1 a (1) :  a military leader :  the commander of a unit or a body of troops (2) :  a subordinate officer commanding under a sovereign or general (3) :  a commissioned officer in the army, air force, or marine corps ranking above a first lieutenant and below a major

(1) :  a naval officer who is master or commander of a ship (2) :  a commissioned officer in the navy ranking above a commander and below a commodore and in the coast guard ranking above a commander and below a rear admiral

c :  a senior pilot who commands the crew of an airplane

d :  an officer in a police department or fire department in charge of a unit (as a precinct or company) and usually ranking above a lieutenant and below a chief

2 :  one who leads or supervises

3 :  a person of importance or influence in a field <captains of industry>





“I too am not a bit tamed, I too am untranslatable, I sound my barbaric yawp over the roofs of the world.”

—Walt Whitman, from Song of Myself in Leaves of Grass





Robin Williams died today.

I don’t know quite how to explain how I feel about this. Sadness doesn’t quite cover it.

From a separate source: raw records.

//! Numbering of the monomials in a box.

use crate::Monomial;
use crate::polynomial::Term;

/// The mixed-radix numbering of all monomials up to a given degree in every symbol.
///
/// *Invariant*: unless another symbol was asked for, the first one is the most significant place, so that the
/// order of the numbers is the order of the monomials; the number of a product is the sum of the numbers, as long as the product lies in the box;
/// the size of the box is below `2^62`.
#[derive(Debug)]
pub(crate) struct Layout {
    /// Symbol, radix and stride of every symbol that may occur, most significant first.
    places: Vec<(usize, u64, u64)>,
    size: u64,
}

impl Layout {
    /// The box of the monomials that divide `top`, or nothing if it is too large.
    pub(crate) fn new(top: &Monomial) -> Option<Layout> {
        Layout::in_order((0..top.width()).rev(), top)
    }

    /// The same with another symbol in the most significant place, so that the numbers have another order.
    pub(crate) fn led_by(first: usize, top: &Monomial) -> Option<Layout> {
        let others = (0..top.width()).rev().filter(|&symbol| symbol != first);
        Layout::in_order(others.chain([first]), top)
    }

    /// The symbols come least significant first.
    fn in_order(symbols: impl Iterator<Item = usize>, top: &Monomial) -> Option<Layout> {
        let mut places = Vec::new();
        let mut size = 1u64;
        for symbol in symbols {
            let exponent = top.exponent(symbol);
            if exponent > 0 {
                let radix = u64::from(exponent) + 1;
                places.push((symbol, radix, size));
                size = size.checked_mul(radix).filter(|&size| size < 1 << 62)?;
            }
        }
        places.reverse();
        Some(Layout { places, size })
    }

    /// The number of monomials in the box.
    pub(crate) fn size(&self) -> u64 {
        self.size
    }

    /// The radices of the symbols that may occur, most significant first.
    pub(crate) fn radices(&self) -> Vec<u64> {
        self.places.iter().map(|&(_, radix, _)| radix).collect()
    }

    /// The number of a monomial of the box.
    #[inline]
    pub(crate) fn number(&self, monomial: &Monomial) -> u64 {
        self.places
            .iter()
            .map(|&(symbol, _, stride)| u64::from(monomial.exponent(symbol)) * stride)
            .sum()
    }

    /// The numbers of a list of terms.
    pub(crate) fn numbers(&self, terms: &[Term]) -> Vec<u64> {
        terms
            .iter()
            .map(|(monomial, _)| self.number(monomial))
            .collect()
    }

    /// The monomial with a number below the size.
    pub(crate) fn monomial(&self, number: u64) -> Monomial {
        let mut rest = number;
        Monomial::from_fields(self.places.iter().map(|&(symbol, _, stride)| {
            let exponent = rest / stride;
            rest -= exponent * stride;
            (symbol, exponent as u16)
        }))
    }
}

#[cfg(test)]
mod tests {
    use super::*;

    #[test]
    fn numbers_run_through_the_box_in_the_order_of_the_monomials() {
        let layout = Layout::new(&Monomial::from_exponents(&[2, 0, 3, 0, 0, 1]).unwrap()).unwrap();
        assert_eq!(layout.size(), 24);
        let monomials: Vec<Monomial> = (0..24).map(|number| layout.monomial(number)).collect();
        assert!(monomials.windows(2).all(|pair| pair[0] < pair[1]));
        assert!((0..24).all(|number| layout.number(&monomials[number as usize]) == number));
    }

    #[test]
    fn a_box_beyond_a_word_has_no_layout() {
        assert!(Layout::new(&Monomial::from_exponents(&[0x7fff; 5]).unwrap()).is_none());
        assert!(Layout::new(&Monomial::from_exponents(&[1; 61]).unwrap()).is_some());
        assert!(Layout::new(&Monomial::from_exponents(&[1; 62]).unwrap()).is_none());
    }
}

I miss him and I didn’t know him. I wish he were here.

Williams was a master of comedy. However, it was his serious roles that moved me most. But if you look closely at even his comedic roles, there is always something serious there, too. 

I hadn’t realized how young I was when Dead Poets’ Society came out. I was ten. And I’m pretty sure I saw it not too long after that. Maybe I was a few years older. But what I know was that I wanted him to be my teacher. The way he was on fire for words. The way he encouraged his young students. The way he told them that the things that mattered to me mattered. He made them sound their barbaric yawps and I was a scared little kid who desperately wanted to yawp, too. I wanted someone to give me permission to yawp. And when the lead character, the student he encourages to follow his dreams and be himself, commits suicide because of the competing pressures of what he wants and what his parents want, I felt that sadness deeply. I felt the tragedy as if it were happening to someone I loved, in a community I cared about. When Williams’ character is told to leave at the end and his students one by one stand on their desks, defying their old teacher and old ways of thinking and being, I felt as if the sea changes that had happened inside them had also happened inside me.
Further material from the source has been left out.